Nobel Prize Summit
Pedro Conceição
Pedro Conceição is Director of the Human Development Report Office and the lead author of the Human Development Report of the United Nations Development Programme (UNDP).
Pedro Conceição has been the Director of the Human Development Report Office and the lead author of the Human Development Report of the United Nations Development Programme (UNDP) since January 2019. Prior to this, Conceição served as the Director of strategic policy at the Bureau for Policy and Programme Support (from October 2014) and as the Chief Economist and the head of the Strategic Advisory Unit at the Regional Bureau for Africa (from December 2009).
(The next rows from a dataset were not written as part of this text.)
import type { TestHub } from '../test-hub';

/** Deletes the demo sweeps (and their points and figures), for tests that plant their own. */
export async function clearDemoSweeps(hub: TestHub): Promise<void> {
  const db = hub.services.db;
  await db.deleteFrom('sweep_figures').execute();
  await db.deleteFrom('sweep_points').execute();
  await db.deleteFrom('sweeps').execute();
}
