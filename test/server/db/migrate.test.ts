import { spawnSync } from 'node:child_process';
import { mkdtempSync, rmSync } from 'node:fs';
import { tmpdir } from 'node:os';
import path from 'node:path';
import { sql } from 'kysely';
import { afterEach, beforeEach, describe, expect, it } from 'vitest';
import { openDatabase, type HubDb } from '../../../server/db/database';
import { migrateToLatest } from '../../../server/db/migrate';

describe('database migrations', () => {
  let dir: string;
  let db: HubDb;

  beforeEach(() => {
    dir = mkdtempSync(path.join(tmpdir(), 'emberline-migrate-'));
    db = openDatabase(path.join(dir, 'hub.sqlite'));
  });
  afterEach(async () => {
    await db.destroy();
    rmSync(dir, { recursive: true, force: true });
  });

  it('creates every table on a fresh file and is a no-op the second time', async () => {
    const first = await migrateToLatest(db);
    const ran = first.results?.map((r) => [r.migrationName, r.status]) ?? [];
    // Other features add migrations of their own: these must be among them, in name order.
    expect(ran.map(([name]) => name)).toEqual(ran.map(([name]) => name).sort());
    expect(ran.every(([, status]) => status === 'Success')).toBe(true);
    expect(ran.slice(0, 4)).toEqual([
      ['2026-12-01-initial', 'Success'],
      ['2026-12-02-type-library', 'Success'],
      ['2026-12-02-type-library-seed', 'Success'],
      ['2026-12-03-valve-records', 'Success'],
    ]);
    const tables = (await db.introspection.getTables()).map((t) => t.name).sort();
    expect(tables).toEqual(
      expect.arrayContaining([
        'attachments',
        'audit_log',
        'benches',
        'nominal_curve_sets',
        'nominal_points',
        'sweep_figures',
        'sweep_points',
        'sweeps',
        'type_operating_points',
        'type_ratings',
        'users',
        'valve_types',
        'valves',
        'workshop_settings',
      ]),
    );
    const again = await migrateToLatest(db);
    expect(again.results).toEqual([]);
  });

  it("fills a graded quick test's percentage from its stored part results", async () => {
    await migrateToLatest(db, '2026-12-05-match-sets');
    const results = [
      { part: 'gm', status: 'done', result: { part: 'gm', gmPercent: 72.5, iaPercent: 88 } },
      { part: 'emission', status: 'done', result: { part: 'emission', percent: 91 } },
      { part: 'leakage', status: 'done', result: { part: 'leakage', pairs: [] } },
    ];
    await sql`pragma foreign_keys = off`.execute(db);
    for (const [status, json] of [
      ['complete', JSON.stringify(results)],
      ['complete', JSON.stringify(results.slice(2))],
      ['aborted', JSON.stringify(results)],
    ]) {
      await sql`insert into quick_tests (bench_id, valve_type, parts_json, plan_json,
        results_json, thresholds_json, operator_id, status, created_at)
        values (1, '12AX7', '[]', '{}', ${json}, '{}', 1, ${status}, '2026-12-01')`.execute(db);
    }
    await migrateToLatest(db);
    const rows = await sql<{ grade_percent: number | null }>`
      select grade_percent from quick_tests order by id`.execute(db);
    // The lower of gm and emission; none without either; none for a test that did not complete.
    expect(rows.rows.map((r) => r.grade_percent)).toEqual([72.5, null, null]);
  });

  it('opens the file in WAL mode with foreign keys on and full fsync', async () => {
    const mode = await sql<{ journal_mode: string }>`pragma journal_mode`.execute(db);
    const fk = await sql<{ foreign_keys: number }>`pragma foreign_keys`.execute(db);
    const sync = await sql<{ synchronous: number }>`pragma synchronous`.execute(db);
    expect(mode.rows[0].journal_mode).toBe('wal');
    expect(fk.rows[0].foreign_keys).toBe(1);
    expect(sync.rows[0].synchronous).toBe(2); // FULL
  });

  it('stores sweep points without a rowid, keyed by sweep and seq', async () => {
    await migrateToLatest(db);
    const ddl = await sql<{
      sql: string;
    }>`select sql from sqlite_master where name = 'sweep_points'`.execute(db);
    expect(ddl.rows[0].sql.toLowerCase()).toContain('without rowid');
    expect(ddl.rows[0].sql.toLowerCase()).toMatch(/primary key \("sweep_id", "seq"\)/);
  });

  it('refuses a second unfinished sweep on the same bench', async () => {
    await migrateToLatest(db);
    const now = new Date().toISOString();
    const user = await db
      .insertInto('users')
      .values({
        username: 'u',
        display_name: 'U',
        password_hash: 'x',
        role: 'admin',
        created_at: now,
      })
      .returning('id')
      .executeTakeFirstOrThrow();
    const bench = await db
      .insertInto('benches')
      .values({
        name: 'B',
        token_hash: 'h',
        va_max_volts: 1,
        vg2_max_volts: 1,
        ia_max_milliamps: 1,
        pa_max_watts: 1,
        capabilities_json: null,
        last_seen_at: null,
        created_at: now,
      })
      .returning('id')
      .executeTakeFirstOrThrow();
    const sweep = (status: 'pending' | 'running' | 'complete') =>
      db
        .insertInto('sweeps')
        .values({
          bench_id: bench.id,
          valve_type: null,
          valve_label: null,
          plan_json: '{}',
          operator_id: user.id,
          status,
          end_reason: null,
          end_message: null,
          override_by: null,
          reported_count: null,
          created_at: now,
          started_at: null,
          ended_at: null,
        })
        .execute();
    await sweep('complete');
    await sweep('complete');
    await sweep('running');
    await expect(sweep('pending')).rejects.toThrow(/UNIQUE/);
  });

  it('runs as a script, and exits non-zero when a migration fails', async () => {
    const tsx = path.resolve('node_modules/.bin/tsx');
    const run = (file: string) =>
      spawnSync(tsx, ['server/db/migrate.ts'], {
        env: { ...process.env, DATA_DIR: dir, DB_FILE: file, JWT_SECRET: 'x' },
        encoding: 'utf8',
      });
    const ok = run(path.join(dir, 'fresh.sqlite'));
    expect(ok.status).toBe(0);
    expect(ok.stdout).toContain('Success: 2026-12-01-initial');

    // A table the first migration wants to create is already there: that migration fails.
    const clashing = path.join(dir, 'clashing.sqlite');
    const other = openDatabase(clashing);
    await sql`create table users (id integer)`.execute(other);
    await other.destroy();
    const bad = run(clashing);
    expect(bad.status).not.toBe(0);
    expect(bad.stderr).toContain('migration 2026-12-01-initial failed');
  });
});
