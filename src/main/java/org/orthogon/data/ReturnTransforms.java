package org.orthogon.data;

import java.util.ArrayList;
import java.util.Arrays;
import java.util.List;
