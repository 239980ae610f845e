"use client";

import Link from "next/link";
import { useRouter } from "next/navigation";
import { useActionState, useEffect, useState } from "react";
import { deletePhSeriesAction, savePhSeriesAction } from "@/app/actions/ph-series";
import { Badge } from "@/components/ui/card";
import { Field, TextArea, TextInput } from "@/components/ui/field";
import { FormMessage, SubmitButton } from "@/components/ui/form-status";
import { Swatch } from "@/components/ui/swatch";
import type { Lab } from "@/lib/color/types";

export type EditorVial = { measurementId: string; lab: Lab; reviewState: string; conditionPh: number | null; acidBase: string; additive: string; source: string; createdAt: string };
export type EditorHead = { dyeId: string; name: string; solventId: string; secondSolventId: string | null; secondSolventMoleFraction: number | null; ionicStrengthMolL: number | null; notes: string };

/**
 * Select the vials of one dye in one medium that make a pH series, give each its pH (the condition's
 * pH is offered), name the series and save. The medium is fixed here; it was chosen on the way in.
 */
export function SeriesEditor({ seriesId, head, mediumLabel, candidates, selected }: { seriesId?: string; head: EditorHead; mediumLabel: string; candidates: EditorVial[]; selected: Record<string, number> }) {
  const [state, action] = useActionState(savePhSeriesAction, null);
  const [removeState, removeAction] = useActionState(deletePhSeriesAction, null);
  const [rows, setRows] = useState(() =>
    Object.fromEntries(candidates.map((c) => [c.measurementId, { on: c.measurementId in selected, pH: String(selected[c.measurementId] ?? c.conditionPh ?? "") }])),
  );
  const [name, setName] = useState(head.name);
  const [ionic, setIonic] = useState(head.ionicStrengthMolL === null ? "" : String(head.ionicStrengthMolL));
  const [notes, setNotes] = useState(head.notes);
  const chosen = candidates.filter((c) => rows[c.measurementId]?.on);
  const payload = JSON.stringify({
    id: seriesId,
    head: { ...head, name, notes, ionicStrengthMolL: ionic.trim() === "" ? null : Number(ionic.replace(",", ".")) },
    vials: chosen.map((c) => ({ measurementId: c.measurementId, pH: rows[c.measurementId].pH.trim() === "" ? null : Number(rows[c.measurementId].pH.replace(",", ".")) })),
  });
  const savedId = (state?.data?.id as string | undefined) ?? seriesId;
  const router = useRouter();
  // A new series, once saved, is edited on its own page (saving again here would make a second one).
  useEffect(() => {
    if (state?.ok && !seriesId && savedId) router.push(`/acid-base/${encodeURIComponent(savedId)}`);
  }, [state, seriesId, savedId, router]);
  if (removeState?.ok) {
    return (
      <p role="status" className="text-sm text-ok">
        {removeState.message} <Link href="/acid-base">Back to the pH series</Link>
      </p>
    );
  }
  return (
    <div className="space-y-4">
      <form action={action} className="space-y-4" aria-label="pH series">
        <input type="hidden" name="payload" value={payload} />
        <div className="grid gap-4 sm:grid-cols-3">
          <Field label="Series name" name="name" error={state?.fieldErrors?.["head.name"]}>
            <TextInput name="name" value={name} onChange={(e) => setName(e.target.value)} placeholder="Water, universal buffer, 23 °C" />
          </Field>
          <Field label="Medium" name="medium-label" hint="Chosen on the way in; start a new series for another medium.">
            <TextInput name="medium-label" value={mediumLabel} readOnly />
          </Field>
          <Field label="Ionic strength (mol/L)" name="ionic" hint="Leave empty when not recorded." error={state?.fieldErrors?.["head.ionicStrengthMolL"]}>
            <TextInput name="ionic" inputMode="decimal" value={ionic} onChange={(e) => setIonic(e.target.value)} />
          </Field>
        </div>
        <Field label="Notes (buffer, temperature, how the pH was measured)" name="notes">
          <TextArea name="notes" value={notes} onChange={(e) => setNotes(e.target.value)} />
        </Field>
        <fieldset className="min-w-0">
          <legend className="mb-2 text-sm font-semibold">
            Vials of this dye in {mediumLabel} ({chosen.length} of {candidates.length} selected)
          </legend>
          {candidates.length === 0 ? (
            <p className="text-sm text-ink-soft">No accepted or pending measurement of this dye in this medium yet. Measure the vials on the bench, or import the series from CSV.</p>
          ) : (
            <div className="overflow-x-auto">
            <table className="w-full text-left text-sm" data-testid="series-candidates">
              <thead className="text-xs text-ink-soft">
                <tr>
                  <th className="py-1 pr-2">In series</th>
                  <th className="py-1 pr-2">Colour (CIELAB D65)</th>
                  <th className="py-1 pr-2">pH of the vial</th>
                  <th className="py-1 pr-2">Condition</th>
                  <th className="py-1 pr-2">Source</th>
                  <th className="py-1">Review</th>
                </tr>
              </thead>
              <tbody>
                {candidates.map((c) => {
                  const row = rows[c.measurementId];
                  return (
                    <tr key={c.measurementId} className="border-t border-line align-middle" data-testid="series-candidate">
                      <td className="py-1 pr-2">
                        <input
                          type="checkbox"
                          className="h-5 w-5"
                          aria-label={`Include vial ${c.measurementId}`}
                          checked={row.on}
                          onChange={(e) => setRows((r) => ({ ...r, [c.measurementId]: { ...r[c.measurementId], on: e.target.checked } }))}
                        />
                      </td>
                      <td className="py-1 pr-2">
                        <span className="flex items-center gap-2 tabular-nums">
                          <Swatch lab={c.lab} size="sm" />
                          {c.lab.map((v) => v.toFixed(1)).join(", ")}
                        </span>
                      </td>
                      <td className="py-1 pr-2">
                        <input
                          aria-label={`pH of vial ${c.measurementId}`}
                          inputMode="decimal"
                          value={row.pH}
                          onChange={(e) => setRows((r) => ({ ...r, [c.measurementId]: { ...r[c.measurementId], pH: e.target.value } }))}
                          className="min-h-11 w-24 rounded-md border border-field px-2"
                        />
                      </td>
                      <td className="py-1 pr-2 text-ink-soft">
                        {c.acidBase}
                        {c.additive ? `, ${c.additive}` : ""}
                        {c.conditionPh !== null ? `, recorded pH ${c.conditionPh}` : ", no pH recorded"}
                      </td>
                      <td className="py-1 pr-2 text-ink-soft">{c.source}</td>
                      <td className="py-1">
                        <Badge tone={c.reviewState === "accepted" ? "ok" : "warn"}>{c.reviewState}</Badge>
                      </td>
                    </tr>
                  );
                })}
              </tbody>
            </table>
            </div>
          )}
          <p className="mt-2 text-xs text-ink-soft">Only accepted vials are fitted; pending ones join the fit once another chemist accepts them. A pKa needs five accepted vials at four or more pH values.</p>
        </fieldset>
        <FormMessage state={state} />
        <div className="flex flex-wrap items-center gap-3">
          <SubmitButton pendingText="Saving and fitting…">{seriesId ? "Save the series" : "Create the series"}</SubmitButton>
          {state?.ok && savedId && (
            <Link href={`/acid-base/${encodeURIComponent(savedId)}`} className="text-sm underline">
              Open the saved series
            </Link>
          )}
        </div>
      </form>
      {seriesId && (
        <form action={removeAction} className="border-t border-line pt-4">
          <input type="hidden" name="id" value={seriesId} />
          <FormMessage state={removeState} />
          <SubmitButton variant="danger" pendingText="Deleting…">
            Delete this series (the measurements stay)
          </SubmitButton>
        </form>
      )}
    </div>
  );
}
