"use client";

import { CartesianGrid, ComposedChart, Line, ReferenceArea, ReferenceLine, ResponsiveContainer, Scatter, Tooltip, XAxis, YAxis } from "recharts";

export type TitrationPoint = { pH: number; fraction: number; hex: string };

/**
 * Titration curve: each vial's base fraction read from its colour on the fitted model's path, against
 * pH, with the fitted Henderson–Hasselbalch curve, the pKa and the visual transition interval.
 */
export function TitrationChart({ vials, curve, pKa, transition, label }: { vials: TitrationPoint[]; curve: { pH: number; fraction: number }[]; pKa: number; transition: [number, number]; label: string }) {
  const lo = Math.floor(Math.min(...vials.map((v) => v.pH), transition[0]));
  const hi = Math.ceil(Math.max(...vials.map((v) => v.pH), transition[1]));
  return (
    <figure aria-label={`Titration curve: ${label}`} data-testid="titration-curve" className="h-64 w-full">
      <ResponsiveContainer width="100%" height="100%">
        <ComposedChart margin={{ top: 22, right: 12, bottom: 20, left: 4 }}>
          <CartesianGrid strokeDasharray="3 3" stroke="#e3e6ec" />
          <XAxis type="number" dataKey="pH" domain={[lo, hi]} tickCount={hi - lo + 1} label={{ value: "pH", position: "insideBottom", offset: -10 }} />
          <YAxis type="number" dataKey="fraction" domain={[0, 1]} width={66} label={{ value: "base fraction", angle: -90, position: "insideLeft", offset: 0, style: { textAnchor: "middle" } }} />
          <ReferenceArea x1={transition[0]} x2={transition[1]} fill="#c9d3ea" fillOpacity={0.35} ifOverflow="extendDomain" />
          <ReferenceLine x={pKa} stroke="#3b4a6b" strokeDasharray="4 3" label={{ value: `pKa ${pKa.toFixed(2)}`, position: "top", fontSize: 11 }} />
          <Line data={curve} dataKey="fraction" dot={false} stroke="#3b4a6b" strokeWidth={2} isAnimationActive={false} name="fitted model" />
          <Scatter
            data={vials}
            name="vials"
            isAnimationActive={false}
            shape={(props: { cx?: number; cy?: number; payload?: TitrationPoint }) => (
              <circle cx={props.cx} cy={props.cy} r={6} fill={props.payload?.hex ?? "#888"} stroke="#1d2433" strokeWidth={1} />
            )}
          />
          <Tooltip formatter={(v) => (typeof v === "number" ? v.toFixed(2) : String(v))} />
        </ComposedChart>
      </ResponsiveContainer>
    </figure>
  );
}
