/**
 * Measures one region of a decoded photo.
 *
 * 1. Pixels whose centre lies inside the rectangle or inscribed ellipse are taken.
 * 2. Clipped pixels (any channel at code 0 or at the top code) are rejected: their true value is unknown.
 * 3. Luminance outliers are rejected: Y = 0.2126 R + 0.7152 G + 0.0722 B in linear light (sRGB
 *    luminance row, IEC 61966-2-1), modified z-score |Y − median| / (1.4826 · MAD) > 3.5
 *    (Iglewicz & Hoaglin 1993). This catches specular highlights on glass (high side) and dark vial
 *    edges or shadows (low side). The MAD is floored at one code step at the median so quantised,
 *    noise-free regions are not cut down to their single most common value. The median and MAD
 *    come from every pixel of small regions and from a 1-in-8 sample of regions ≥ 20 000 pixels.
 * 4. The colour is the 10 % trimmed mean of each channel in linear light over the accepted pixels.
 *    Why trimmed mean and not median: the median of 8-bit data snaps to whole code values (a bias of
 *    up to half a code, ≈ 0.3 ΔE00 in dark colours), while a trimmed mean averages sensor noise across
 *    codes and still ignores the residual outliers that step 3 left in either tail.
 * 5. Spread: for each channel the robust standard deviation (1.4826 · MAD, in code values) of the
 *    accepted pixels is turned into a CIELAB D65 step from the mean; spread is the root sum of squares
 *    of the three ΔE*ab steps, i.e. the typical pixel-to-pixel colour scatter.
 *
 * Throws `ColorInputError` if the region is off the image, empty, or has no usable pixels.
 */
export function measureRegion(photo: DecodedPhoto, region: RegionSpec): RegionStats {
  validateRegion(photo, region);
  const { width, data, bitDepth } = photo;
  const max = bitDepth === 16 ? 65535 : 255;
  const lut = decodeLut(bitDepth);
  const { x, y, w, h } = region;
  const ellipse = region.shape === "ellipse";
  const cx = x + w / 2;
  const cy = y + h / 2;
  const rowStart = Math.max(0, Math.ceil(y - 0.5));
  const rowEnd = Math.min(photo.height - 1, Math.ceil(y + h - 0.5) - 1);

  const [yr, yg, yb] = luminanceLuts(bitDepth);
  // Row spans of the shape: [first sample offset, last sample offset] per row.
  const spans: number[] = [];
  let pixels = 0;
  for (let j = rowStart; j <= rowEnd; j++) {
    let left = x;
    let right = x + w;
    if (ellipse) {
      const dy = (j + 0.5 - cy) / (h / 2);
      if (dy * dy > 1) continue;
      const half = (w / 2) * Math.sqrt(1 - dy * dy);
      left = cx - half;
      right = cx + half;
    }
    const colStart = Math.max(0, Math.ceil(left - 0.5));
    const colEnd = Math.min(width - 1, Math.ceil(right - 0.5) - 1);
    if (colEnd < colStart) continue;
    pixels += colEnd - colStart + 1;
    spans.push((j * width + colStart) * 3, (j * width + colEnd) * 3);
  }
  if (pixels === 0) throw new ColorInputError(`The region ${describe(region)} contains no whole pixel; make it larger.`);

  // Pass 1: luminance histogram of the unclipped pixels, from every pixel of small regions and every
  // 4th pixel of every 2nd row of large ones: the median and MAD only set the outlier cut, and 1 in 8
  // of ≥ 20 000 pixels estimates them to well under a code value while saving most of a pass. The
  // sample's clipped fraction serves the near-clipping flag.
  const yHist = Y_HIST_SCRATCH.fill(0);
  let sampledClipped = 0;
  const sampleLuminance = (stride: number, rowStep: number): number => {
    let count = 0;
    sampledClipped = 0;
    for (let s = 0; s < spans.length; s += 2 * rowStep) {
      for (let o = spans[s], oEnd = spans[s + 1]; o <= oEnd; o += stride) {
        const bin = (yr[data[o]] + yg[data[o + 1]] + yb[data[o + 2]]) >> Y_FRACTION_BITS;
        if (bin < 0) {
          sampledClipped++;
          continue;
        }
        yHist[bin]++;
        count++;
      }
    }
    return count;
  };
  const large = pixels >= 20_000;
  let sampled = large ? sampleLuminance(12, 2) : sampleLuminance(3, 1);
  if (sampled === 0 && large) sampled = sampleLuminance(3, 1);
  if (sampled === 0) {
    throw new ColorInputError(
      `Every pixel of the region ${describe(region)} is clipped (black or white); reduce the exposure or move the region onto the sample.`,
    );
  }
  const clippedFraction = sampledClipped / (sampled + sampledClipped);
  const medBin = histogramMedian(yHist, sampled);
  const madBins = histogramMad(yHist, sampled, medBin);
  const med = medBin / (Y_BINS - 1);
  const codeStepBins = (srgbDecode(Math.min(1, srgbEncode(med) + 1 / max)) - med) * (Y_BINS - 1);
  const cut = REGION_LIMITS.outlierZ * Math.max(1.4826 * madBins, codeStepBins, 1);
  const lo = Math.max(0, Math.ceil(medBin - cut)) | 0;
  const hi = Math.min(Y_BINS - 1, Math.floor(medBin + cut)) | 0;

  // Pass 2, every pixel: drop clipped ones (negative bin) and luminance outliers, histogram the rest.
  const joint = new Uint32Array(3 * (max + 1));
  const accepted = histogramAccepted(data, spans, yr, yg, yb, lo, hi, joint);
  const hist = [0, 1, 2].map((c) => joint.subarray(c * (max + 1), (c + 1) * (max + 1)));
  if (accepted === 0) {
    throw new ColorInputError(
      `No pixel of the region ${describe(region)} is usable (all clipped or outliers); reduce the exposure or move the region onto the sample.`,
    );
  }

  const trimCount = Math.floor(accepted * REGION_LIMITS.trim);
  const linearRgb: LinearRgb = [0, 0, 0];
  const robustSdCodes: [number, number, number] = [0, 0, 0];
  for (let c = 0; c < 3; c++) {
    const hc = hist[c];
    // Trimmed mean: drop trimCount values from each end, average the rest in linear light.
    let skipLow = trimCount;
    let keep = accepted - 2 * trimCount;
    let sum = 0;
    for (let v = 0; v <= max && keep > 0; v++) {
      let count = hc[v];
      if (count === 0) continue;
      if (skipLow > 0) {
        const s = Math.min(skipLow, count);
        skipLow -= s;
        count -= s;
      }
      const take = Math.min(keep, count);
      sum += take * lut[v];
      keep -= take;
    }
    linearRgb[c] = sum / (accepted - 2 * trimCount);
    const m = histogramMedian(hc, accepted);
    robustSdCodes[c] = 1.4826 * histogramMad(hc, accepted, m);
  }

  const spread = regionSpreadDeltaE(linearRgb, robustSdCodes, max);
  const rejected = pixels - accepted;
  const flags: RegionFlag[] = [];
  if (accepted < REGION_LIMITS.minAcceptedPixels) flags.push("too-few-pixels");
  if (rejected > REGION_LIMITS.maxRejectedFraction * pixels) flags.push("much-rejected");
  if (spread > REGION_LIMITS.maxSpread) flags.push("non-uniform");
  const encoded = linearRgb.map(srgbEncode);
  if (clippedFraction > REGION_LIMITS.maxClippedFraction || encoded.some((e) => e < REGION_LIMITS.clipMargin || e > 1 - REGION_LIMITS.clipMargin)) {
    flags.push("near-clipping");
  }
  const sd = linearRgb.map((v, c) => {
    const e = srgbEncode(v);
    const step = robustSdCodes[c] / max;
    const hiE = Math.min(1, e + step);
    const loE = Math.max(0, e - step);
    return hiE > loE ? ((srgbDecode(hiE) - srgbDecode(loE)) / (hiE - loE)) * step : 0;
  }) as LinearRgb;
  const pixelsPerSample = pixelsPerSampleFromAutocorrelation(photo, region);
  return { linearRgb, pixels, rejected, spread, sd, clippedFraction, pixelsPerSample, flags };
}

/** Measures many regions of the one decoded buffer (never decodes again). */
export function measureRegions(photo: DecodedPhoto, regions: readonly RegionSpec[]): RegionStats[] {
  return regions.map((region) => measureRegion(photo, region));
}
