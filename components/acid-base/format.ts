/** A pKa's standard error for display: two decimals, or "—" when the bootstrap could not give one. */
export function seText(se: number | null | undefined): string {
  return se === null || se === undefined || !Number.isFinite(se) ? "—" : se.toFixed(2);
}
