import { Card } from "@/components/ui/card";
import { Swatch } from "@/components/ui/swatch";
import { OUTLIER_K, SPREAD_FLOOR_DE00, summarizeReplicates } from "@/lib/bench/replicates";
import type { Lab } from "@/lib/color/types";

type Row = {
  m: { id: string; l: number; a: number; b: number; uDeltaE00: number | null };
  condition: { id: string; acidBase: string; ph: number | null; additive: string; temperatureC: number | null };
  solvent: { name: string };
};

/**
 * The accepted replicates of a dye per condition, shown as replicates (each swatch, their number and
 * spread) rather than folded into one mean: two opposite colours averaged would show as one muddy swatch.
 * A condition whose replicates lie further than 3 × 1 ΔE00 from their mean is marked (the replicate rule,
 * lib/bench/replicates.ts; common practice).
 */
export function ReplicateGroups({ rows }: { rows: Row[] }) {
  const groups = new Map<string, { label: string; labs: Lab[] }>();
  for (const r of rows) {
    const c = r.condition;
    const label = [r.solvent.name, c.acidBase, c.ph !== null ? `pH ${c.ph}` : "", c.additive, c.temperatureC !== null ? `${c.temperatureC} °C` : ""].filter(Boolean).join(", ");
    const g = groups.get(c.id) ?? { label, labs: [] };
    g.labs.push([r.m.l, r.m.a, r.m.b]);
    groups.set(c.id, g);
  }
  const list = [...groups.entries()].map(([id, g]) => ({ id, ...g, summary: summarizeReplicates(g.labs)! })).sort((x, y) => x.label.localeCompare(y.label));
  const limit = OUTLIER_K * SPREAD_FLOOR_DE00;
  const disagreeing = list.filter((g) => g.summary.maxDeltaE00 > limit).length;
  return (
    <Card title={`Replicates per condition (${list.length} conditions)`} className="lg:col-span-3">
      <p className="mb-2 text-xs text-ink-soft">
        Every accepted colour is shown; n is the number of replicates, s the sample standard deviation of their ΔE00 from the mean. ⚠ marks a condition where a replicate lies more
        than {limit} ΔE00 from the mean (common practice, no source).{disagreeing ? ` ${disagreeing} condition${disagreeing === 1 ? " has" : "s have"} replicates that disagree.` : ""} Swatches are screen
        approximations.
      </p>
      {list.length === 0 ? (
        <p className="text-sm text-ink-soft">No accepted colours yet.</p>
      ) : (
        <ul className="grid gap-x-6 gap-y-1 text-sm md:grid-cols-2" data-testid="replicate-groups">
          {list.map((g) => {
            const far = g.summary.maxDeltaE00 > limit;
            return (
              <li key={g.id} className="flex flex-wrap items-center gap-2 border-b border-line py-1" data-disagrees={far ? "true" : "false"}>
                <span className="min-w-0 flex-1">
                  {far && <span className="font-semibold text-warn">⚠ </span>}
                  {g.label}
                </span>
                <span className="flex flex-wrap gap-0.5">
                  {g.labs.slice(0, 12).map((lab, i) => (
                    <Swatch key={i} lab={lab} size="sm" label={`${g.label}, replicate ${i + 1}`} />
                  ))}
                  {g.labs.length > 12 && <span className="text-xs text-ink-soft">+{g.labs.length - 12}</span>}
                </span>
                <span className="w-32 text-right text-xs tabular-nums text-ink-soft">
                  n = {g.summary.n}
                  {g.summary.n > 1 ? `, s = ${g.summary.spreadDeltaE00.toFixed(1)} ΔE00` : ""}
                </span>
              </li>
            );
          })}
        </ul>
      )}
    </Card>
  );
}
Before that, he was the Director of the Office of Development Studies (ODS) from March 2007 to November 2009 and the Deputy Director of ODS from October 2001 to February 2007. His work on financing for development and on global public goods was published by Oxford University Press in books he co-edited (‘The New Public Finance: Responding to Global Challenges’, 2006; ‘Providing Global Public Goods: Managing Globalization’, 2003). He has published on inequality, the economics of innovation and technological change, and development in, among other journals, the African Development Review, Review of Development Economics, Eastern Economic Journal, Ecological Economics, Environmental Economics and Policy Studies, Food Policy, and Technological Forecasting and Social Change. He co-edited several books, including ‘Innovation, Competence Building’, and ‘Social Cohesion in Europe: Towards a Learning Society’ (Edward Elgar, 2002) and ‘Knowledge for Inclusive Development’ (Quorum Books, 2001). Prior to coming to UNDP, he was an Assistant Professor at the Instituto Superior Técnico, Technical University of Lisbon, Portugal, teaching and researching on science, technology, and innovation policy. He has degrees in physics from Instituto Superior Técnico and economics from the Technical University of Lisbon and a Ph.D. in public policy from the Lyndon B. Johnson School of Public Affairs at The University of Texas at Austin, where he studied with a Fulbright Scholarship.